def _walked(nodes: Iterable[Any], parents: tuple[str, ...], said: str) -> Iterator[Rule]:
    """Yield every declaration, whatever conditions it stands under."""
    import tinycss2

    for node in nodes:
        if node.type == "error":
            raise ReportError(
                f'the template is refused: near "{said or "its beginning"}" a style cannot be read ({node.message}), '
                "and what cannot be read can hide the cautions; correct the style"
            )
        if node.type == "declaration":
            yield Rule(parents, said, node.lower_name, tuple(_bare(node.value)))
        elif node.type == "qualified-rule":
            text = " ".join(tinycss2.serialize(node.prelude).split())
            inside = tinycss2.parse_blocks_contents(node.content, skip_comments=True, skip_whitespace=True)
            yield from _walked(inside, _selectors(node.prelude, parents), text)
        elif node.type == "at-rule" and node.lower_at_keyword in GROUPS and node.content is not None:
            parse = tinycss2.parse_blocks_contents if parents else tinycss2.parse_rule_list
            yield from _walked(parse(node.content, skip_comments=True, skip_whitespace=True), parents, said)
        elif node.type == "at-rule" and node.lower_at_keyword == "page" and not parents:
            _check_sheet(node)
        elif node.type == "at-rule" and node.lower_at_keyword != "layer":
            fetching = " and would load something" if node.lower_at_keyword in ("import", "font-face") else ""
            raise ReportError(
                f'the template is refused: "@{node.lower_at_keyword}" in a style can hide the cautions{fetching}; '
                f"a template may use {', '.join(f'@{name}' for name in sorted(GROUPS))} and @page"
            )


def _declared(text: str, said: str) -> Iterator[Rule]:
    """Yield the declarations of a style attribute."""
    import tinycss2

    for node in tinycss2.parse_blocks_contents(text, skip_comments=True, skip_whitespace=True):
        if node.type != "declaration":
            raise ReportError(
                f'the template is refused: a style="…" cannot be read ("{text[:60]}"), and what cannot be read can '
                "hide the cautions; correct it"
            )
        yield Rule((), said, node.lower_name, tuple(_bare(node.value)))


def _bare(tokens: Iterable[Any]) -> Iterator[Any]:
    return (token for token in tokens if token.type not in ("whitespace", "comment"))


def _selectors(prelude: Sequence[Any], parents: tuple[str, ...]) -> tuple[str, ...]:
    """Return the selectors of a rule without the conditions that a browser decides: they match as much or more.

    One that ends in `::before` or the like gets a mark: what it reaches is made beside the text of the element.
    """
    return tuple(_widened(part, parents) for part in _split(prelude, ","))


def _split(tokens: Sequence[Any], mark: str) -> list[list[Any]]:
    parts: list[list[Any]] = [[]]
    for token in tokens:
        if token.type == "literal" and token.value == mark:
            parts.append([])
        else:
            parts[-1].append(token)
    return parts


def _widened(tokens: Sequence[Any], parents: tuple[str, ...]) -> str:
    parts: list[str] = []
    beside = False
    parent = f":is({', '.join(text.removeprefix(_BESIDE_MARK) for text in parents)})"
    rest = [token for token in tokens if token.type != "comment"]
    while rest:
        token = rest.pop(0)
        if token.type == "literal" and token.value == ":" and rest:
            is_element = rest[0].type == "literal" and rest[0].value == ":"
            if is_element:
                rest.pop(0)
            part = rest.pop(0) if rest else None
            name = getattr(part, "lower_value", getattr(part, "lower_name", ""))
            beside = beside or name in BESIDE
            parts.append(ALWAYS if is_element or part is None else _condition(part))
        elif token.type == "literal" and token.value == "&":
            parts.append(parent if parents else ":root")
        else:
            parts.append(token.serialize())
    text = "".join(parts).strip()
    if parents and not any(token.type == "literal" and token.value == "&" for token in tokens):
        text = f"{parent} {text}"
    return f"{_BESIDE_MARK}{text}" if beside else text


def _condition(part: Any) -> str:
    """Return a pseudo-class as it stands if it follows from the tree alone, else one that is always met."""
    if part.type == "ident" and part.lower_value in STRUCTURAL:
        return f":{part.lower_value}"
    if part.type == "function" and part.lower_name in PLAIN_FUNCTIONS:
        plain = all(
            inner.type != "function" and not (inner.type == "literal" and inner.value in (":", "&"))
            for inner in part.arguments
        )
        is_of = any(inner.type == "ident" and inner.lower_value == "of" for inner in part.arguments)
        if plain and not (is_of and part.lower_name.startswith("nth")):
            return f":{part.serialize()}"
    return ALWAYS


def _reached(rule: Rule, guarded: Guarded) -> list[LexborNode]:
    """Return the guarded elements that a rule can match: every one if a selector cannot be read."""
    from selectolax.lexbor import SelectolaxError

    found: dict[int, LexborNode] = {}
    for text in rule.selectors:
        is_beside = text.startswith(_BESIDE_MARK)
        nodes = {node.mem_id: node for node in (guarded.block if is_beside else (*guarded.around, *guarded.block))}
        try:
            matched = guarded.tree.css(text.removeprefix(_BESIDE_MARK))
        except SelectolaxError:
            return list(nodes.values())
        found |= {node.mem_id: nodes[node.mem_id] for node in matched if node.mem_id in nodes}
    return list(found.values())


# What any rule of a page may not do.


def _check_everywhere(rule: Rule) -> None:
    for token in _all_tokens(rule.value):
        if _loads(token):
            raise ReportError(f'the template is refused: its style "{rule}" would load something')
        if token.type == "dimension" and abs(_length(token) or 0.0) > FARTHEST_PX:
            _refuse(rule, f"a length of more than {FARTHEST_PX:.0f} px")
    if rule.name == "z-index" and not _is_layer(rule.value):
        _refuse(rule, f"a layer other than a whole number up to {TOPMOST}")
    pulls = rule.name.startswith("--") or (
        rule.name.startswith("margin") and rule.name not in ("margin-left", "margin-right", "margin-inline")
    )
    if pulls and any(_is_negative(token) for token in _upright(rule)):
        _refuse(rule, "a negative distance")
    if rule.name.startswith(("--", "font")) and any(_is_unreadable(token) for token in _all_tokens(rule.value)):
        _refuse(rule, "a font without letters")


def _refuse(rule: Rule, why: str) -> None:
    raise ReportError(f'the template is refused: its style "{rule}" has {why}, which can hide the cautions; change it')


def _all_tokens(tokens: Iterable[Any]) -> Iterator[Any]:
    for token in tokens:
        yield token
        inner = getattr(token, "arguments", None) or getattr(token, "content", None)
        if isinstance(inner, list):
            yield from _all_tokens(inner)


def _loads(token: Any) -> bool:
    if token.type == "function":
        if token.lower_name == "url":
            given = [inner.value for inner in token.arguments if inner.type == "string"]
            return not (given and _is_inside(given[0]))
        return token.lower_name in ("image-set", "-webkit-image-set", "src", "image", "cross-fade", "element")
    return token.type == "url" and not _is_inside(token.value)


def _is_inside(address: str) -> bool:
    return address.strip().casefold().startswith(("data:", "#"))


def _is_layer(value: Sequence[Any]) -> bool:
    (token,) = value if len(value) == 1 else (None,)
    if token is None:
        return False
    if token.type == "number":
        return token.int_value is not None and abs(token.int_value) <= TOPMOST
    return token.type == "ident" and token.lower_value in ("auto", "inherit", "initial", "unset")


def _is_negative(token: Any) -> bool:
    """Say whether a token is a negative size, or may make one."""
    if token.type in ("dimension", "percentage", "number"):
        return bool(token.value < 0)
    if token.type == "function" and token.lower_name in ("calc", "min", "max", "clamp", "round", "mod", "rem"):
        return any(
            (inner.type == "literal" and inner.value == "-") or _is_negative(inner)
            for inner in _all_tokens(token.arguments)
        )
    return False


def _upright(rule: Rule) -> Sequence[Any]:
    """Return the parts of a margin that act upwards and downwards; all of another declaration."""
    if rule.name == "margin":
        return rule.value[::2]
    return rule.value


def _is_unreadable(token: Any) -> bool:
    text = token.value if token.type in ("ident", "string") else ""
    name = text.casefold()
    return name != "segoe ui symbol" and any(part in name for part in UNREADABLE_FONTS)


# What a rule may say where the cautions are.


def _check_at(rule: Rule, node: LexborNode, is_around: bool) -> None:
    if rule.name.startswith("--"):
        return
    is_heading = not is_around and (node.tag == "h2" or (node.parent is not None and node.parent.tag == "h2"))
    allowed = ALLOWED.get(rule.name)
    if is_heading and rule.name in HEADING:
        allowed = HEADING[rule.name]
    if is_around and rule.name in AROUND:
        allowed = AROUND[rule.name]
    inherits = len(rule.value) == 1 and rule.value[0].type == "ident" and rule.value[0].lower_value == "inherit"
    if allowed is None or not (inherits or (rule.value and allowed(rule.value))):
        raise ReportError(
            f'the template is refused: its style "{rule}" acts on {path_of(node)} and can hide the cautions; '
            + ("give what shall look so a class of its own" if rule.selectors else "put {{ cautions }} outside of it")
        )


def _check_room(guarded: Guarded, asides: dict[int, _Aside]) -> None:
    for node in guarded.block:
        taken = 0.0
        at: LexborNode | None = node
        while at is not None:
            taken += sum(asides[at.mem_id].taken.values()) if at.mem_id in asides else 0.0
            at = at.parent
        if taken > MOST_ASIDE_PX:
            raise ReportError(
                f"the template is refused: margins and padding around {path_of(node)} take {taken:.0f} px of its "
                f"width, which can hide the cautions; {MOST_ASIDE_PX:.0f} px are allowed"
            )


def _check_sheet(rule: Any) -> None:
    """Check an @page rule: a sheet that holds text, with something in its margins."""
    import tinycss2

    for node in tinycss2.parse_blocks_contents(rule.content or [], skip_comments=True, skip_whitespace=True):
        if node.type == "at-rule" and node.lower_at_keyword.startswith(SIDES) and node.content is not None:
            inside = tinycss2.parse_blocks_contents(node.content, skip_comments=True, skip_whitespace=True)
            for piece in inside:
                found = _sheet_rule(piece, f"@{node.lower_at_keyword}")
                if found.name not in IN_SHEET_MARGIN:
                    _refuse(found, "what the margin of a sheet may not have")
            continue
        found = _sheet_rule(node, "@page")
        allowed = SHEET.get(found.name)
        if allowed is None or not allowed(found.value):
            _refuse(found, "what a sheet of paper may not have")


def _sheet_rule(node: Any, said: str) -> Rule:
    if node.type != "declaration":
        raise ReportError(f"the template is refused: its {said} cannot be read and can hide the cautions; correct it")
    found = Rule((), said, node.lower_name, tuple(_bare(node.value)))
    _check_everywhere(found)
    return found


# Values.

Allowed = Callable[[Sequence[Any]], bool]


def _length(token: Any) -> float | None:
    """Return a length in px, with the usual size of type for those that follow it; None for anything else. [px]"""
    if token.type == "number" and token.value == 0:
        return 0.0
    if token.type != "dimension":
        return None
    unit = token.lower_unit
    if unit in PX:
        return float(token.value * PX[unit])
    return float(token.value * ROOT_PX) if unit in ("em", "rem") else float(token.value * 10)


def _is_fixed(token: Any) -> bool:
    return token.type == "number" or (token.type == "dimension" and token.lower_unit in (*PX, "em", "rem"))


def _between(low_px: float, high_px: float) -> Allowed:
    def allowed(value: Sequence[Any]) -> bool:
        lengths = [_length(token) if _is_fixed(token) else None for token in value]
        return all(length is not None and low_px <= length <= high_px for length in lengths)

    return allowed


def _words(*words: str) -> Allowed:
    chosen = frozenset(words)
    return lambda value: all(token.type == "ident" and token.lower_value in chosen for token in value)


def _either(*ways: Allowed) -> Allowed:
    return lambda value: all(any(way([token]) for way in ways) for token in value)


def _one(number: float) -> Allowed:
    return lambda value: len(value) == 1 and value[0].type == "number" and value[0].value == number


def _anything(value: Sequence[Any]) -> bool:
    """Allow what only looks different: a colour, a kind of letters, where a page breaks."""
    return True


def _is_wide(value: Sequence[Any]) -> bool:
    (token,) = value if len(value) == 1 else (None,)
    if token is None:
        return False
    if token.type == "percentage":
        return bool(token.value == 100)
    return _words("auto", "none")(value) or _between(240, FARTHEST_PX)(value)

# WORK ITEM
In the entries above, one line contains "def _widened(tokens: Sequence[Any], parents: tuple[str, ...])" and another contains "a pseudo-class as". Reproduce exactly those two lines and the lines between them, nothing else.

# PROBLEM SOLUTION
def _widened(tokens: Sequence[Any], parents: tuple[str, ...]) -> str:
    parts: list[str] = []
    beside = False
    parent = f":is({', '.join(text.removeprefix(_BESIDE_MARK) for text in parents)})"
    rest = [token for token in tokens if token.type != "comment"]
    while rest:
        token = rest.pop(0)
        if token.type == "literal" and token.value == ":" and rest:
            is_element = rest[0].type == "literal" and rest[0].value == ":"
            if is_element:
                rest.pop(0)
            part = rest.pop(0) if rest else None
            name = getattr(part, "lower_value", getattr(part, "lower_name", ""))
            beside = beside or name in BESIDE
            parts.append(ALWAYS if is_element or part is None else _condition(part))
        elif token.type == "literal" and token.value == "&":
            parts.append(parent if parents else ":root")
        else:
            parts.append(token.serialize())
    text = "".join(parts).strip()
    if parents and not any(token.type == "literal" and token.value == "&" for token in tokens):
        text = f"{parent} {text}"
    return f"{_BESIDE_MARK}{text}" if beside else text


def _condition(part: Any) -> str:
    """Return a pseudo-class as it stands if it follows from the tree alone, else one that is always met."""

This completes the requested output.